Migrations are usually generated by Django and have to be applied because some models may have changed their implementation, especially those models handled by external dependencies of the project. We have encountered different problems in this regard. For example, when generating new migrations and applying them, we get errors because the models already exist (remember, we must use the database already installed so that the client does not lose any data). Finally, we have proposed a couple of strategies that will have to be evaluated depending on the state of each server. On the one hand, we can use the -fake flag when applying migrations. In this way, they are registered as applied, although they do not change the data model stored in the database. Then, an application testing process is performed and any inconsistent models are fixed. Another alternative is to generate migrations from the old version of the product and copy them to the new one. We then generate them again in the new version, so they will be added after the previous ones and leave the database models consistent. The problem with this approach is that migrations generated in the Python 2 version of the product may contain code that is not executable in Python 3 and has to be corrected by hand. Following one strategy or the other is going to depend heavily on the individual servers.

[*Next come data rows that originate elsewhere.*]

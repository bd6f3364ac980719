"""From one answer about a whole part to the beliefs of its modes, and what records make of them."""

from __future__ import annotations

import numpy as np
import pytest

from fleet.fits.mechanisms import shape_belief
from fleet.fits.part_lives import (
    UNASKED_FACTOR,
    UNASKED_T10_HOURS,
    PartLife,
    belief_of_mode,
    fit_part_lives,
    stretch_of_modes,
)
from fleet.fits.posterior import Belief
from fleet.forecasts.hours_life import HoursLife
from fleet.forecasts.life_draws import draw_life
from fleet.lives.ages import ages_of
from fleet.lives.part_data import LifeKey, part_data
from fleet.records.fields import Record
from fleet.records.history import History
from fleet.records.set_up import BeliefAnswer, PartMode, UsagePlan
from tests.books import TURNS_PER_HOUR, day, failure, fitment, history_with, part_mode, removal, session, session_use

DISC, PIN = LifeKey("disc", "disc-A"), LifeKey("pin")
RATES = {"hours": 1.0, "load_hours": 0.5, "turns": 600.0, "impacts": 2.0, "days": 0.7}


def lives_of(history: History) -> dict[LifeKey, PartLife]:
    return fit_part_lives(history, part_data(history, ages_of(history)))


def answer(**changed: object) -> BeliefAnswer:
    values: dict[str, object] = {"record_id": "answer", "part_type": "disc", "t10": 80.0, "factor": 2.0}
    return BeliefAnswer(**{**values, **changed})  # type: ignore[arg-type]


def prior_gone_at(beliefs: tuple[Belief, ...], age: float, n_draws: int = 60_000) -> np.ndarray:
    """Share of parts gone at an age, for parts drawn from the beliefs one by one."""
    rng = np.random.default_rng(12)
    hazard = np.zeros(n_draws)
    for belief in beliefs:
        t10 = belief.t10 * np.exp(belief.log_t10_sd * rng.normal(size=n_draws))
        shape = belief.shape_median * np.exp(belief.log_shape_sd * rng.normal(size=n_draws))
        hazard += belief.hazard * (age / t10) ** shape
    return 1 - np.exp(-hazard)


@pytest.mark.parametrize("clock", ["hours", "turns", "impacts", "days", "load_hours"])
def test_the_answer_is_put_in_the_modes_clock_by_its_use_per_hour(clock: str) -> None:
    mode = part_mode("disc", "any", "wear", clock, 0.5)
    assert belief_of_mode(mode, answer(), RATES).t10 == pytest.approx(80 * RATES[clock])
    in_turns = answer(t10=48_000.0, clock="turns")
    assert belief_of_mode(mode, in_turns, RATES).t10 == pytest.approx(80 * RATES[clock])


def test_doubt_share_and_mechanism_go_into_the_belief() -> None:
    belief = belief_of_mode(part_mode("disc", "split", "layer split", "impacts", 0.3), answer(), RATES)
    median, factor, _ = shape_belief("layer split")
    assert (belief.factor, belief.share) == (2.0, 0.3)
    assert (belief.shape_median, belief.shape_factor) == (median, factor)


def test_nobody_asked_is_a_wide_belief() -> None:
    belief = belief_of_mode(part_mode("pin", "worn", "wear", "turns", 1.0), None, RATES)
    assert belief.t10 == UNASKED_T10_HOURS * RATES["turns"]
    assert belief.factor == UNASKED_FACTOR >= 10


@pytest.mark.parametrize("factor", [1.5, 3.0, 10.0])
@pytest.mark.parametrize("modes", [1, 2, 3])
@pytest.mark.parametrize(("shape", "shape_factor"), [(2.5, 2.0), (1.0, 1.6)])
def test_the_modes_together_give_the_answer_about_the_part_back(
    modes: int, factor: float, shape: float, shape_factor: float
) -> None:
    alone = tuple(Belief(100.0, factor, shape, shape_factor, 1 / modes) for _ in range(modes))
    stretch = stretch_of_modes(alone)
    stretched = tuple(Belief(100.0 * stretch, b.factor, b.shape_median, b.shape_factor, b.share) for b in alone)
    assert np.median(prior_gone_at(stretched, 100.0)) == pytest.approx(0.1, rel=0.1)
    assert stretch == 1.0 if modes == 1 else stretch > 1.0


def test_left_as_they_are_three_modes_would_be_gone_too_early() -> None:
    alone = tuple(Belief(100.0, 3.0, 2.5, 2.0, 1 / 3) for _ in range(3))
    assert np.median(prior_gone_at(alone, 100.0)) > 0.15


def test_the_stretch_grows_with_doubt_and_with_modes_and_vanishes_without_doubt() -> None:
    def stretch(modes: int, factor: float) -> float:
        return stretch_of_modes(tuple(Belief(100.0, factor, 2.0, 2.0, 1 / modes) for _ in range(modes)))

    assert stretch(2, 1.5) < stretch(2, 3.0) < stretch(2, 10.0)
    assert stretch(2, 3.0) < stretch(3, 3.0)
    assert stretch(3, 1.0001) == pytest.approx(1.0, abs=5e-3)


def test_the_stretch_asks_neither_for_the_unit_nor_for_the_order_of_the_modes() -> None:
    first, second = Belief(100.0, 3.0, 2.5, 2.0, 0.7), Belief(100.0, 3.0, 1.2, 2.0, 0.3)
    base = stretch_of_modes((first, second))
    assert stretch_of_modes((second, first)) == base
    assert stretch_of_modes((Belief(6e4, 3.0, 2.5, 2.0, 0.7), second)) == base


@pytest.mark.parametrize("modes", [1, 2, 3])
def test_before_any_record_one_in_ten_of_the_parts_is_gone_at_the_answered_age(modes: int) -> None:
    kept = [mode for mode in history_with().of(PartMode).values() if mode.part_type != "bearing"]
    own: list[Record] = [part_mode("bearing", f"mode {n}", "wear", "hours", round(1 / modes, 4)) for n in range(modes)]
    belief = BeliefAnswer(record_id="answer", part_type="bearing", t10=240.0, factor=3.0)
    history = history_with()
    rows = {**history.rows, PartMode: {mode.record_id: mode for mode in [*kept, *own]}}
    bare = History(rows, history.as_of, 0).with_records([belief])
    life = lives_of(bare)[LifeKey("bearing")]
    assert life.asked and life.mostly_assumption and len(life.modes) == modes
    drawn = draw_life([(m.mode.code, m.mode.clock, m.unfit) for m in life.modes], 4000, np.random.default_rng(2))
    b10 = HoursLife(drawn, life.per_hour).b_life_by_draw(10.0)
    assert np.median(b10) == pytest.approx(240.0, rel=0.04)


def test_a_part_type_nobody_was_asked_about_is_flagged_and_wide() -> None:
    lives = lives_of(history_with())
    assert (lives[DISC].asked, lives[PIN].asked) == (True, False)
    asked, unasked = (lives[key].modes[0].unfit for key in (DISC, PIN))
    assert unasked.b_life_quantile(10, 0.95) / unasked.b_life_quantile(10, 0.05) > 20
    assert asked.b_life_quantile(10, 0.95) / asked.b_life_quantile(10, 0.05) < 20
    assert lives[PIN].mostly_assumption and lives[PIN].data_share == pytest.approx(0.0, abs=1e-6)


def test_use_per_hour_is_what_was_recorded_and_else_what_is_planned() -> None:
    plan = UsagePlan(record_id="plan", robot="R1", hours_per_week=14.0, session_hours=2.0, impacts_per_hour=3.0)
    planned = lives_of(history_with(plan))[DISC]
    assert planned.per_hour["turns"] == TURNS_PER_HOUR
    assert planned.per_hour["impacts"] == 3.0
    ran = session("R1", day(1), 4.0, impacts=2)
    history = history_with(plan, ran, session_use(ran, "R1-hip", turns=1000), session_use(ran, "R1-knee", turns=3000))
    recorded = lives_of(history)[DISC]
    assert recorded.per_hour["turns"] == pytest.approx(500.0)
    assert recorded.per_hour["impacts"] == pytest.approx(0.5)
    assert recorded.per_hour["hours"] == 1.0


def test_every_failure_counts_for_unfit_and_only_those_that_stopped_the_robot_for_stop() -> None:
    ran = [session("R1", day(n), 5.0, impacts=4) for n in range(1, 31)]
    worn = failure("U1 disc", "disc: worn", day(20, 20), "found worn")
    broken = failure("U2 disc", "disc: split", day(25, 20), "stopped")
    new = [
        record
        for failed in (worn, broken)
        for record in (
            removal(failed.fitment, failed.happened_at, "failed"),
            fitment(failed.fitment.split()[0], "disc", failed.happened_at, sequence=1, lot="D-1"),
        )
    ]
    history = history_with(*ran, worn, broken, *new)
    life = lives_of(history)[DISC]
    by_code = {mode.mode.code: mode for mode in life.modes}
    assert (by_code["worn"].unfit.failures, by_code["worn"].stop.failures) == (1, 0)
    assert (by_code["split"].unfit.failures, by_code["split"].stop.failures) == (1, 1)
    assert by_code["split"].stop is by_code["split"].unfit
    assert life.data.failures == 2
    assert 0 < life.data_share < 1


def test_records_raise_the_share_that_comes_from_them_until_it_is_no_longer_mostly_assumption() -> None:
    ran = [session("R1", day(n), 5.0, impacts=4) for n in range(1, 101)]
    records: list[Record] = [*ran]
    shares = []
    for unit in ("U1", "U2"):
        held = f"{unit} disc"
        for number in range(1, 9):
            moment, mode = day(12 * number, 20), ("split", "worn")[number % 2]
            new = fitment(unit, "disc", moment, sequence=1, lot="D-1")
            records += [failure(held, f"disc: {mode}", moment), removal(held, moment, "failed"), new]
            held = new.record_id
        history = history_with(*records)
        shares.append(lives_of(history)[DISC].data_share)
    assert shares[0] < shares[1]
    assert not lives_of(history)[DISC].mostly_assumption


def test_a_part_type_without_modes_has_no_life() -> None:
    history = history_with()
    rows = {**history.rows, PartMode: {k: m for k, m in history.of(PartMode).items() if m.part_type != "pin"}}
    bare = History(rows, history.as_of, 0)
    assert PIN not in lives_of(bare)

Continuous improvement work

After all this adventure and learning process we continue to update our customers on the new version of the product, on which we will be adding new functionality. As a product team, we will continue to update this new version with all the fixes that are added to the previous version. In addition, we will continue to collaborate with the project, support, and systems teams in bringing more and more customers to this version of the product. While all this is happening, we will be adding new features to Athento to make it a more complete, useful, fast, and reliable tool. Python 3 will also allow us to delve deeper into technologies such as Machine Learning, another of the great incentives we have had to undertake this migration.

We hope that this experience will help the community and all those who are about to embark on a journey like the one we have undertaken.